# [Kernel] quel noyau utilisez-vous ?

## titoucha

J'ai remarqué que ces derniers temps pas mal de personnes créaient leur propre noyau (viper,skunk,etc.) et la plupart n'ont pas de descriptif sur les patchs et options intégrés dedans.

Je désirerais savoir si vous utilisez un de ces noyaux "exotiques" et si oui pourquoi.

Dans mon cas j'utilise un noyau beyond, le 2.6.20-beyond2 pour être précis, et je le trouve très réactif en étant aussi très stable, je n'ai jamais eu de plantée.

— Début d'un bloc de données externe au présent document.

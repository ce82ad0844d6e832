"""A lap under an even pressure in closed form, every number through the trace; and both routes along the overlap."""

from __future__ import annotations

from typing import Any

import numpy as np

from slip.base.records import record
from slip.base.trace import Trace
from slip.friction.closed import even, lap_field, whole
from slip.friction.closed import lap as form
from slip.friction.closed.layers import in_series
from slip.friction.faces import Lap
from slip.friction.march.step import step
from slip.friction.model import Model

Array = np.ndarray
PLACES = 481  # along the overlap, for the picture
ROOT = form.SLIPPING
FAR, NEAR = "far", "near"  # ends of the overlap, as the model calls them


@record
class ClosedLap:
    """The closed form of an evenly pressed lap at the typical stiffness: first slip [N], stiffness before slip [N/mm], elastic and true
    slip [mm] at the end of larger motion, length that slips [mm], energy of a cycle [N mm], None without one."""

    first_slip_load: float
    stiffness: float
    elastic_slip: float
    true_slip: float
    slip_length: float
    energy_per_cycle: float | None


@record(eq=False)
class Curves:
    """Along the overlap of a lap, at the typical stiffness: places [mm] on the axis of the pull, traction [MPa] and true slip [mm].

    x (m,), traction (m,), slip (m,): the closed form; x_step (k,), traction_step (k,), slip_step (k,): the step.
    bound [MPa]: friction times pressure. axis: 0 for x, 1 for y.
    """

    axis: int
    bound: float
    x: Array
    traction: Array
    slip: Array
    x_step: Array
    traction_step: Array
    slip_step: Array


@record
class Pulled:
    """A lap and its pull: lowest friction, pressure [MPa], typical stiffness of the face [N/mm^3], pull [N] at this end and at the other
    one, None where there is no cycle between them."""

    lap: Lap
    mu: float
    pressure: float
    k_t: float
    pull: float
    other: float | None


@record
class _One:
    """One face of a lap: EA of the strip pulled at the far and at the near end [N], their D [1/N], k [N/mm^2], q_l [N/mm], decay [1/mm]."""

    far: float
    near: float
    D: float
    k: float
    q_l: float
    omega: float
    length: float


def closed_lap(given: Pulled, trace: Trace) -> ClosedLap:
    """First slip, stiffness, elastic and true slip, slip length and energy in closed form, below gross slip."""
    lap = given.lap
    one = _one(given, trace)
    P = _each("pull on each face", abs(given.pull), lap, trace)
    ends: dict[str, Any] = {"EA_1": one.far, "EA_2": one.near, "omega": one.omega, "L": one.length}
    P_on = trace("pull at first slip, each face", form.onset, q_l=one.q_l, k=one.k, **ends)
    first = trace("pull at first slip, all faces", even.whole_onset, P_on=P_on, m=lap.halves)
    C_0 = trace("extension of the stuck lap for each newton on a face", form.stuck_compliance, **ends)
    stiffness = trace("stiffness before any slip", even.whole_stiffness, C_0=C_0, m=lap.halves)
    slipping = _lengths(one, P, "", trace)
    elastic, true = _motion(given, one, P, float(P_on), slipping, trace)
    length = trace.total("length that slips", "a", {"a_L": slipping[FAR], "a_0": slipping[NEAR]}, "mm", **ROOT)
    energy = None
    if given.other is not None:
        swing = trace("half the range of the pull", whole.half_range, Q_1=given.pull, Q_2=given.other)
        reach = _each("half the range on each face", float(swing), lap, trace)
        energy = _energy(one, reach, slipping if reach == P else None, lap.halves, trace)
    return ClosedLap(float(first), float(stiffness), elastic, true, float(length), energy)


def _one(given: Pulled, trace: Trace) -> _One:
    """What one face takes; the lines are named as those of the model, which takes the same."""
    lap = given.lap
    far, near = lap.EA
    q_l = trace("friction that each mm of the lap holds", even.slip_flow, mu=given.mu, p=given.pressure, b=lap.width)
    k_A = trace("the two in series", in_series, k_t=given.k_t, C=lap.shear)
    k = trace("stiffness for each length", form.line_stiffness, k_A=k_A, b=lap.width)
    D = trace("difference of the strips' strains for each newton", form.strain_per_force, EA_1=far, EA_2=near)
    omega = trace("decay of the motion from the ends", form.decay, k=k, D=D)
    return _One(far, near, float(D), float(k), float(q_l), float(omega), lap.length)


def _each(name: str, force: float, lap: Lap, trace: Trace) -> float:
    return float(trace(name, even.face_share, F=force, m=lap.halves))


def _lengths(one: _One, P: float, said: str, trace: Trace) -> dict[str, float]:
    """Length [mm] that slips at either end under P. It is sought by halving, and the pull that it carries stands as its proof."""
    a_0, a_L = (float(a) for a in form.slip_lengths(P, one.far, one.near, one.k, one.q_l, one.length))
    if a_0 > 0 and a_L > 0:
        c = trace.given(
            f"length that sticks{said}, by halving until it carries the pull", "c", one.length - a_0 - a_L, "mm", **ROOT
        )
        decay: dict[str, Any] = {"q_l": one.q_l, "omega": one.omega}
        trace(f"pull that this length carries{said}", form.both_ends_force, c=c, L=one.length, **decay)
        return {
            end: float(
                trace(
                    f"length that slips at the {end} end{said}", form.end_slip_length, P=P, EA=EA, D=one.D, c=c, **decay
                )
            )
            for end, EA in ((FAR, one.far), (NEAR, one.near))
        }
    if a_0 > 0 or a_L > 0:
        end, a, soft, stiff = (FAR, a_L, one.far, one.near) if a_L > 0 else (NEAR, a_0, one.near, one.far)
        a = trace.given(
            f"length that slips at the {end} end{said}, by halving until it carries the pull", "a", a, "mm", **ROOT
        )
        values: dict[str, Any] = {
            "a": a,
            "q_l": one.q_l,
            "EA_a": soft,
            "EA_b": stiff,
            "omega": one.omega,
            "L": one.length,
        }
        trace(f"pull that this length carries{said}", form.one_end_force, **values)
    return {FAR: a_L, NEAR: a_0}


def _motion(
    given: Pulled, one: _One, P: float, P_on: float, slipping: dict[str, float], trace: Trace
) -> tuple[float, float]:
    """Elastic slip of the face and true slip [mm] at the end of larger motion: the softer strip's, or one that slips."""
    true, flow = 0.0, one.q_l
    if not any(slipping.values()):
        flow = trace("shear flow at the end that slips first", form.end_flow, P=P, P_on=P_on, q_l=one.q_l)
    face = trace("stiffness of the face alone for each length", form.line_stiffness, k_A=given.k_t, b=given.lap.width)
    elastic = trace("elastic slip of the face at the end of larger motion", form.elastic_slip, q_l=flow, k=face)
    for end, EA in ((FAR, one.far), (NEAR, one.near)):
        if slipping[end] > 0:
            values: dict[str, Any] = {"P": P, "a": slipping[end], "EA": EA, "D": one.D, "q_l": one.q_l}
            true = max(true, float(trace(f"true slip at the {end} end", form.end_slip, **values)))
    return float(elastic), float(trace.given("true slip at the end of larger motion", "s", true, "mm", **ROOT))


def _energy(one: _One, reach: float, known: dict[str, float] | None, halves: int, trace: Trace) -> float:
    """Energy [N mm] of a cycle between -reach and reach on each face, which by Masing is that of any cycle of this range."""
    slipping = known or _lengths(one, reach, " at half the range", trace)
    lost = {FAR: 0.0, NEAR: 0.0}
    for end, EA in ((FAR, one.far), (NEAR, one.near)):
        if slipping[end] > 0:
            values: dict[str, Any] = {"P": reach, "a": slipping[end], "EA": EA, "D": one.D, "q_l": one.q_l}
            lost[end] = float(trace(f"energy lost at the {end} end, each face", form.end_energy, **values))
    return float(trace("energy of a cycle", even.whole_energy, W_0=lost[NEAR], W_L=lost[FAR], m=halves))


def curves(given: Pulled, model: Model, load: Array, clamp: Array, reading: int) -> Curves:
    """Traction and true slip along the overlap by both routes; clamp (1,) [N], below gross slip."""
    lap = given.lap
    x = np.linspace(0.0, lap.length, PLACES)
    k = float(in_series(given.k_t, lap.shear)) * lap.width
    q_l = given.mu * given.pressure * lap.width
    lag: tuple[Any, ...] = (x, abs(given.pull) / lap.halves, *lap.EA, k, q_l, lap.length)
    built = model.build(clamp, reading)
    done = step(built.compliance, given.mu * built.press(clamp), built.face, load=model.load(load)).state
    cells = done.traction.shape[-1]
    return Curves(
        axis=lap.axis,
        bound=given.mu * given.pressure,
        x=lap.start + x,
        traction=np.asarray(lap_field.traction(*lag)) / lap.width,
        slip=np.asarray(lap_field.slip(*lag)),
        x_step=lap.start + (np.arange(cells) + 0.5) / cells * lap.length,
        traction_step=np.abs(done.traction[0]),
        slip_step=np.abs(done.slip[0]),
    )
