"""The bolt pattern."""

from __future__ import annotations

import numpy as np

from slip.base.records import record

Array = np.ndarray


@record(eq=False)
class Pattern:
    """Bolt names and positions, shape (n, 2) in mm, in file order."""

    names: tuple[str, ...]
    positions: Array

    @property
    def count(self) -> int:
        """Number of bolts."""
        return len(self.names)

    @property
    def centroid(self) -> Array:
        """Centroid of all bolts as equal springs, shape (2,) in mm."""
        return self.positions.mean(axis=0)

    @property
    def arms(self) -> Array:
        """Positions from the centroid, shape (n, 2) in mm."""
        return self.positions - self.centroid

    @property
    def spacing(self) -> Array:
        """Distance of each bolt to its nearest neighbour, shape (n,) in mm; infinite for a single bolt."""
        gap = np.linalg.norm(self.positions[:, None, :] - self.positions[None, :, :], axis=-1)
        np.fill_diagonal(gap, np.inf)
        return gap.min(axis=1)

PS: je ne l'ai pas fait en sondage, car il y a trop de noyaux différents.

----------

## lmarcini

Pour moi, c'est du "classique" :

- gentoo-sources ~x86 pour mon desktop personnel

- gentoo-souces x86 pour celui de ma femme

- suspend2-sources ~x86 pour mon portable pro. Les suspend2-sources étaient précédemment "hard masked" et fonctionnaient très bien chez moi...

P.S. : j'attends avec impatience un noyau xen plus récent avec la nouvelle libata...

----------

## galerkin

moi, j'utilise pour l'instant le noyau 2.6.20-ck1.

Je n'ai jamais trop de problèmes vis à vis de celui là.

Maintenant je suis interessé par le suspend2 pour mon portable. donc je vais passer au suspend2 sources, surtout de la versiob 2.6.21 vient de sortir.

Enfin, je ne suis pas sur mais il me semble que beyond c'est fini il n'y aura plus de mise à jour (je cherche le lien et j'édite)  :Confused: 

----------

## Desintegr

Pour moi c'est toujours les vanilla-sources, et ça fonctionne très bien.  :Smile: 

Tout simplement car je n'ai pas besoin des patches des gentoo-sources, ni d'autres noyaux d'ailleurs.

----------

## titoucha

 *galerkin wrote:*   

> 
> 
> Enfin, je ne suis pas sur mais il me semble que beyond c'est fini il n'y aura plus de mise à jour (je cherche le lien et j'édite) 

 

Ha bon je suis vraiment intéressé par l'info, mais par contre c'est tout récent car la dernière version date de environ un mois.

----------

## sireyessire

Je suis assez fidèle au CK:

laptop (x86) 2.6.21-ck1 (pas encore compilé la version 2)

fixe (amd64) 2.6.21-ck2

server (x86) 2.6.21-hardened-r1

kurobox (ppc) 2.4.27? (celui d'origine)  

Dans le temps j'avais essayé pas mal de kernel tunés en vrac : les (défuntes?) love-sources, les cko, j'oublie pas les gaming-souces (ou game-sources je sais plus des feux 2.4) mais ça seul les vieux verront de quoi je parle..., un petit tour par les mm, et un tas de kernels qui n'ont pas eu bcp de releases et avec des noms assez exotiques que j'ai oublié.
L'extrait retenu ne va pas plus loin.